# intel processors x gentoo

## zhushazang

I have some machines running gentoo and every machine running under AMD Processors (64-bit profile), everything is right. Every source code compile fine.

But, some machines, i've installed under Intel Core 2 Quad or i7 processor and this machines have problem compile especific 2 packages:

glibc (>=2.11.2) and lvm2 (2.02.73-r1)

It's weird, don't compile in any intel processor machine.

Take a example of emerge --info uner i7 machine.

Portage 2.2_rc88 (default/linux/amd64/10.0/desktop/kde, gcc-4.4.4, glibc-2.10.1-r1, 2.6.33-gentoo-r2fenelon2 x86_64)

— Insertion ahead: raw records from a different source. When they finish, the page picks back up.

def _parse_se(
    raw: RawTable,
    sub: pd.DataFrame,
    rows: np.ndarray,
    mapping: ColumnMapping,
    sizes: np.ndarray,
    out: _Collector,
) -> np.ndarray:
    """Standard errors aligned with ``sizes`` (NaN where not given or where the size is absent)."""
    se = np.full(sizes.shape, np.nan)
    if not mapping.se:
        return se
    for j, col in enumerate(mapping.se):
        values, _ = _parse_column(sub[col], rows, col, "se", raw.decimal, out)
        for i in np.flatnonzero(values < 0):
            out.add(
                "fatal",
                rows[i],
                col,
                f"standard error {_fmt(values[i])} is negative",
                "write standard errors as finite non-negative numbers",
                "bad_se",
            )
        if len(mapping.se) == 1:
            se[:] = values[:, None]
        else:
            se[:, j] = values
    present = ~np.isnan(sizes)
    for i, j in zip(*np.nonzero(present & np.isnan(se)), strict=True):
        col = mapping.se[0] if len(mapping.se) == 1 else mapping.se[j]
        out.add(
            "flag",
            rows[i],
            col,
            f"no standard error for {mapping.size_columns[j]!r}",
            "kept; the model will treat this reading's absolute error as unknown",
            "se_missing",
        )
    if len(mapping.se) > 1:
        for i, j in zip(*np.nonzero(~present & ~np.isnan(se)), strict=True):
            out.add(
                "flag",
                rows[i],
                mapping.se[j],
                f"a standard error is given but {mapping.size_columns[j]!r} is empty",
                "kept, but this standard error is not used; check the row",
                "se_without_size",
            )
    se[~present] = np.nan
    return se


def _labels(
    sub: pd.DataFrame, col: str | None, rows: np.ndarray, default: list[str], role: str, out: _Collector
) -> list[str]:
    """Labels of a grouping column as text, or ``default`` when the column is not mapped."""
    if col is None:
        return default
    labels = [_label(v) for v in sub[col].tolist()]
    for i, lab in enumerate(labels):
        if lab is None:
            out.add(
                "fatal",
                rows[i],
                col,
                f"the {role} label is missing",
                f"fill in the {role} for this row",
                "missing_label",
            )
    return [lab if lab is not None else "" for lab in labels]


def _check_groups(
    taxon: list[str],
    specimen: list[str],
    junction: list[str],
    rows: np.ndarray,
    mapping: ColumnMapping,
    out: _Collector,
) -> None:
    if mapping.specimen is not None:
        taxa_of: dict[str, dict[str, list[int]]] = defaultdict(lambda: defaultdict(list))
        for t, s, r in zip(taxon, specimen, rows, strict=True):
            if s:
                taxa_of[s][t].append(int(r))
        for s, by_taxon in taxa_of.items():
            if len(by_taxon) > 1:
                where = "; ".join(
                    f"'{t}' (rows {', '.join(map(str, rs[:5]))}{', ...' if len(rs) > 5 else ''})"
                    for t, rs in by_taxon.items()
                )
                second = list(by_taxon.values())[1][0]
                out.add(
                    "fatal",
                    second,
                    mapping.specimen,
                    f"specimen '{s}' is listed under more than one taxon: {where}",
                    "a specimen belongs to one taxon; correct the taxon or give the specimens distinct labels",
                    "specimen_in_two_taxa",
                )
    if mapping.junction is not None:
        seen: dict[tuple[str, str, str], list[int]] = defaultdict(list)
        for t, s, j, r in zip(taxon, specimen, junction, rows, strict=True):
            if j:
                seen[(t, s, j)].append(int(r))
        for (_, s, j), rs in seen.items():
            if len(rs) > 1:
                out.add(
                    "fatal",
                    rs[1],
                    mapping.junction,
                    f"junction '{j}' appears more than once in specimen '{s}' (rows {', '.join(map(str, rs))})",
                    "junction labels must be unique within a specimen; correct the label or remove the duplicate",
                    "duplicate_junction",
                )


def _flag_geometry(
    radii: np.ndarray, raw_sizes: np.ndarray, rows: np.ndarray, mapping: ColumnMapping, out: _Collector
) -> None:
    """Flag daughters at least as large as the parent, and extreme size ratios (rows kept)."""
    parent = radii[:, 0]
    daughters = radii[:, 1:]
    with np.errstate(invalid="ignore", divide="ignore"):
        ratio = daughters / parent[:, None]
        sibling = np.nanmin(daughters, axis=1) / np.nanmax(daughters, axis=1)
    for i, k in zip(*np.nonzero(ratio >= 1), strict=True):
        out.add(
            "flag",
            rows[i],
            mapping.daughters[k],
            f"daughter size {_fmt(raw_sizes[i, k + 1])} is not smaller than the parent's {_fmt(raw_sizes[i, 0])}",
            "kept; no branching exponent exists for this junction on its own (check the measurement)",
            "daughter_ge_parent",
        )
    for i, k in zip(*np.nonzero(ratio < MIN_DAUGHTER_PARENT_RATIO), strict=True):
        out.add(
            "flag",
            rows[i],
            mapping.daughters[k],
            f"daughter/parent ratio {ratio[i, k]:.3g} is below {MIN_DAUGHTER_PARENT_RATIO:g}",
            "kept; check the measurement or that this is a true daughter of the parent",
            "extreme_ratio",
        )
    for i in np.flatnonzero(sibling < MIN_SIBLING_RATIO):
        k = int(np.nanargmin(daughters[i]))
        out.add(
            "flag",
            rows[i],
            mapping.daughters[k],
            f"smallest daughter is {1 / sibling[i]:.3g} times smaller than its largest sibling",
            "kept; check the measurement or that this is a true daughter of the parent",
            "extreme_ratio",
        )


def _compact(values: np.ndarray) -> tuple[np.ndarray, np.ndarray]:
    """Move present daughters left, keeping their order; return the order used."""
    order = np.argsort(np.isnan(values), axis=1, kind="stable")
    return np.take_along_axis(values, order, axis=1), order


def build_junction_table(
    raw: RawTable, mapping: ColumnMapping, repeats: RawTable | None = None
) -> JunctionTable:
    """Validate a raw table against a mapping and build the junction table.

    Parameters
    ----------
    raw : RawTable
        The table as read by :func:`allobranch.intake.readers.read_table`.
    mapping : ColumnMapping
        The checked mapping (see :func:`allobranch.intake.recipe.check_mapping`).
    repeats : RawTable, optional
        Repeat readings with columns ``specimen`` (optional when specimens are not mapped), ``junction``,
        ``segment`` (``"parent"`` or one of the daughter column names) and ``value``.

    Returns
    -------
    JunctionTable
        Radii in mm (px for pixel units), one row per junction, with a report of flags and excluded rows.

    Raises
    ------
    InputError
        Listing every fatal problem in the table and the repeat readings.
    """
    _check_columns(raw, mapping)
    out = _Collector(raw.label)
    blank = _blank_rows(raw, out)
    if blank.all():
        out.add(
            "fatal",
            None,
            None,
            "the table has no data rows (only blank rows)",
            "add one row per junction below the header",
            "empty_table",
        )
        raise InputError(out.fatal + out.other)
    sub = raw.frame.loc[~blank]
    rows = raw.rows[~blank]

    raw_sizes = _parse_sizes(raw, sub, rows, mapping, out)
    raw_se = _parse_se(raw, sub, rows, mapping, raw_sizes, out)
    covariates = _parse_covariates(raw, sub, rows, mapping, out)
    taxon = _labels(sub, mapping.taxon, rows, [DEFAULT_TAXON] * len(sub), "taxon", out)
    specimen = _labels(sub, mapping.specimen, rows, list(taxon), "specimen", out)
    junction = _labels(sub, mapping.junction, rows, [str(r) for r in rows], "junction", out)
    _check_groups(taxon, specimen, junction, rows, mapping, out)

    factor = radius_factor(mapping.unit, mapping.measure)
    radii = raw_sizes * factor
    se = raw_se * factor
    valid = np.all(np.isfinite(radii[:, :3]) & (radii[:, :3] > 0), axis=1)
    _flag_geometry(radii[valid], raw_sizes[valid], rows[valid], mapping, out)

    daughters, order = _compact(radii[:, 1:])
    se_daughters = np.take_along_axis(se[:, 1:], order, axis=1)
    n_daughters = (~np.isnan(daughters)).sum(axis=1)
    k_max = int(n_daughters.max())
    data = pd.DataFrame(
        {
            "taxon": taxon,
            "specimen": specimen,
            "junction": junction,
            "source_row": rows.astype(int),
            "n_daughters": n_daughters.astype(int),
            "parent": radii[:, 0],
        }
    )
    for k in range(k_max):
        data[f"d{k + 1}"] = daughters[:, k]
    data["se_parent"] = se[:, 0]
    for k in range(k_max):
        data[f"se_d{k + 1}"] = se_daughters[:, k]
    for name, values in covariates.items():
        data[COVARIATE_PREFIX + name] = values

    repeat_frame = None
    if repeats is not None:
        slot = np.argsort(order, axis=1)  # slot[i, user_daughter] = position after compaction
        repeat_frame, rep_out = _build_repeats(repeats, mapping, data, slot, ~np.isnan(radii[:, 1:]), factor)
        out.fatal += rep_out.fatal
        out.other += rep_out.other

    def order_key(p: Problem) -> tuple[bool, int]:
        return (p.file != raw.label, p.row or 0)

    if out.fatal:
        raise InputError(sorted(out.fatal, key=order_key))
    report = ValidationReport(problems=sorted(out.other, key=order_key), n_rows_read=len(raw.frame))
    return JunctionTable(data=data, mapping=mapping, report=report, source=raw.label, repeats=repeat_frame)
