A recipe looks like::

    [columns]
    taxon = "species"
    specimen = "animal"
    junction = "node"
    parent = "r_parent"
    daughters = ["r_d1", "r_d2", "r_d3"]
    covariates = ["generation"]   # numeric columns kept as covariates of the exponent

    [measurement]
    measure = "radius"        # or "diameter"
    unit = "um"
    rel_error = 0.05          # known relative error of every reading, and/or
    se = "se_px"              # absolute standard errors: one column, or one per size column
    repeats = "repeats.csv"   # repeat readings; a path relative to the recipe file

    [input]
    sheet = "junctions"       # Excel sheet holding the table
    encoding = "latin-1"      # text encoding of CSV/TSV files (default UTF-8); any Python codec name

Every key is optional except ``parent`` and ``daughters``. ``[input] encoding`` is the recipe form of the
``encoding=`` keyword of :func:`allobranch.read_junctions`.
"""

from __future__ import annotations

import dataclasses
import json
import os
import tomllib
from collections.abc import Mapping, Sequence
from pathlib import Path
from typing import Any

from allobranch.errors import OPTIONS_ORIGIN, OutputExistsError, Problem, RecipeError
from allobranch.intake.mapping import MEASURES, ColumnMapping
from allobranch.intake.readers import check_encoding
from allobranch.intake.units import canonical_unit
from allobranch.io import atomic_write

#: Recipe sections and the mapping fields each may hold; used by the reader, the writer and messages.
RECIPE_SECTIONS: dict[str, tuple[str, ...]] = {
    "columns": ("taxon", "specimen", "junction", "parent", "daughters", "covariates"),
    "measurement": ("measure", "unit", "rel_error", "se", "repeats"),
    "input": ("sheet", "encoding"),
}

#: Recipe sections read elsewhere (the model's options: :func:`allobranch.cli.model_options.recipe_model_options`;
#: a network to derive the junctions from: :func:`allobranch.networks.options.load_network_recipe`; the
#: law comparison's options: ``allobranch compare`` through :func:`recipe_section`); the mapping reader passes
#: over them.
OTHER_SECTIONS: tuple[str, ...] = ("model", "network", "compare")
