"""How the user's columns map onto allobranch's junction table (the "recipe").

A :class:`ColumnMapping` can be built in Python, from command-line flags, or read from a small TOML recipe
file (see :func:`allobranch.intake.recipe.load_recipe`).
"""

from __future__ import annotations

from dataclasses import asdict, dataclass, field
from typing import Any

#: Allowed values of ``measure``; used by code and messages alike.
MEASURES: tuple[str, ...] = ("radius", "diameter")


@dataclass(frozen=True)
class ColumnMapping:
    """The user's column names and measurement conventions.

    Parameters
    ----------
    parent : str
        Column holding the parent segment's size.
    daughters : tuple of str
        Two or more columns holding the daughters' sizes. A missing value in the third or later daughter
        column means that junction has fewer daughters.
    taxon, specimen : str or None
        Grouping columns. ``None`` means a single taxon / a single specimen per taxon.
    junction : str or None
        Optional junction identifier, unique within a specimen.
    measure : {"radius", "diameter"}
        Whether sizes are radii or diameters (diameters are halved on reading).
    unit : str
        Length unit of the sizes (``nm``, ``um``, ``mm``, ``cm``, ``m``, ``in`` or ``px``). Results keep this
        unit for output.
    rel_error : float or None
        Known relative (fractional) measurement error of every reading, e.g. ``0.05`` for 5 %.
    se : tuple of str
        Absolute standard-error column(s), in the same unit and measure as the sizes. One column applies to
        every reading of the row; otherwise one column per size column (parent first, then daughters).
    repeats : str or None
        Path (or, for Excel files, sheet name) of a long table of repeat readings with columns
        ``specimen``, ``junction``, ``segment`` (``parent`` or a daughter column name) and ``value``, used by
        the model to estimate the measurement error.
    sheet : str or int or None
        Sheet of an Excel workbook holding the junction table (first sheet when ``None``).
    encoding : str or None
        Text encoding of text tables (the junction table and a repeat-readings file), any Python codec name
        such as ``"latin-1"`` or ``"cp1252"``; ``None`` reads UTF-8 (with or without a byte-order mark).
    covariates : tuple of str
        Numeric columns kept with every junction as candidate covariates of the exponent (e.g. branching
        generation or order); stored in the junction table as ``cov_<name>``. Every cell must be a finite
        number. (The built-in covariate ``log_parent_size`` needs no column.)
    """

    parent: str
    daughters: tuple[str, ...]
    taxon: str | None = None
    specimen: str | None = None
    junction: str | None = None
    measure: str = "radius"
    unit: str = "mm"
    rel_error: float | None = None
    se: tuple[str, ...] = field(default_factory=tuple)
    repeats: str | None = None
    sheet: str | int | None = None
    encoding: str | None = None
    covariates: tuple[str, ...] = field(default_factory=tuple)

    def __post_init__(self) -> None:
        object.__setattr__(self, "daughters", tuple(self.daughters))
        cov = (self.covariates,) if isinstance(self.covariates, str) else tuple(self.covariates)
        object.__setattr__(self, "covariates", cov)
        if isinstance(self.se, str):
            object.__setattr__(self, "se", (self.se,))
        else:
            object.__setattr__(self, "se", tuple(self.se))

    @property
    def size_columns(self) -> tuple[str, ...]:
        """Parent column followed by the daughter columns."""
        return (self.parent, *self.daughters)

    def to_dict(self) -> dict[str, Any]:
        """Plain-dict form (for provenance and recipe writing); ``None`` values are dropped."""
        out = asdict(self)
        out["daughters"] = list(self.daughters)
        out["se"] = list(self.se)
        out["covariates"] = list(self.covariates)
        return {k: v for k, v in out.items() if v not in (None, [], ())}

=================================================================

System uname: Linux-2.6.33-gentoo-r2fenelon2-x86_64-Intel-R-_Core-TM-_i7_CPU_930_@_2.80GHz-with-gentoo-2.0.1

Timestamp of tree: Tue, 28 Sep 2010 14:00:23 +0000

ccache version 2.4 [disabled]

app-shells/bash:     4.0_p37

dev-java/java-config: 2.1.11

dev-lang/python:     2.6.5-r3, 3.1.2-r4

dev-util/ccache:     2.4-r8

dev-util/cmake:      2.8.1-r2

sys-apps/baselayout: 2.0.1

sys-apps/openrc:     0.6.1-r1

sys-apps/sandbox:    2.3-r1

sys-devel/autoconf:  2.13, 2.65-r1

sys-devel/automake:  1.8.5-r4, 1.9.6-r3, 1.10.3, 1.11.1

sys-devel/binutils:  2.18-r3, 2.20.1-r1

sys-devel/gcc:       4.3.4, 4.4.3-r2, 4.4.4-r2

sys-devel/gcc-config: 1.4.1

sys-devel/libtool:   2.2.10

sys-devel/make:      3.81-r2

virtual/os-headers:  2.6.30-r1 (sys-kernel/linux-headers)

ACCEPT_KEYWORDS="amd64"

ACCEPT_LICENSE="*"

CBUILD="x86_64-pc-linux-gnu"

CFLAGS="-march=core2 -msse4 -mcx16 -mpopcnt -msahf -O2 -pipe"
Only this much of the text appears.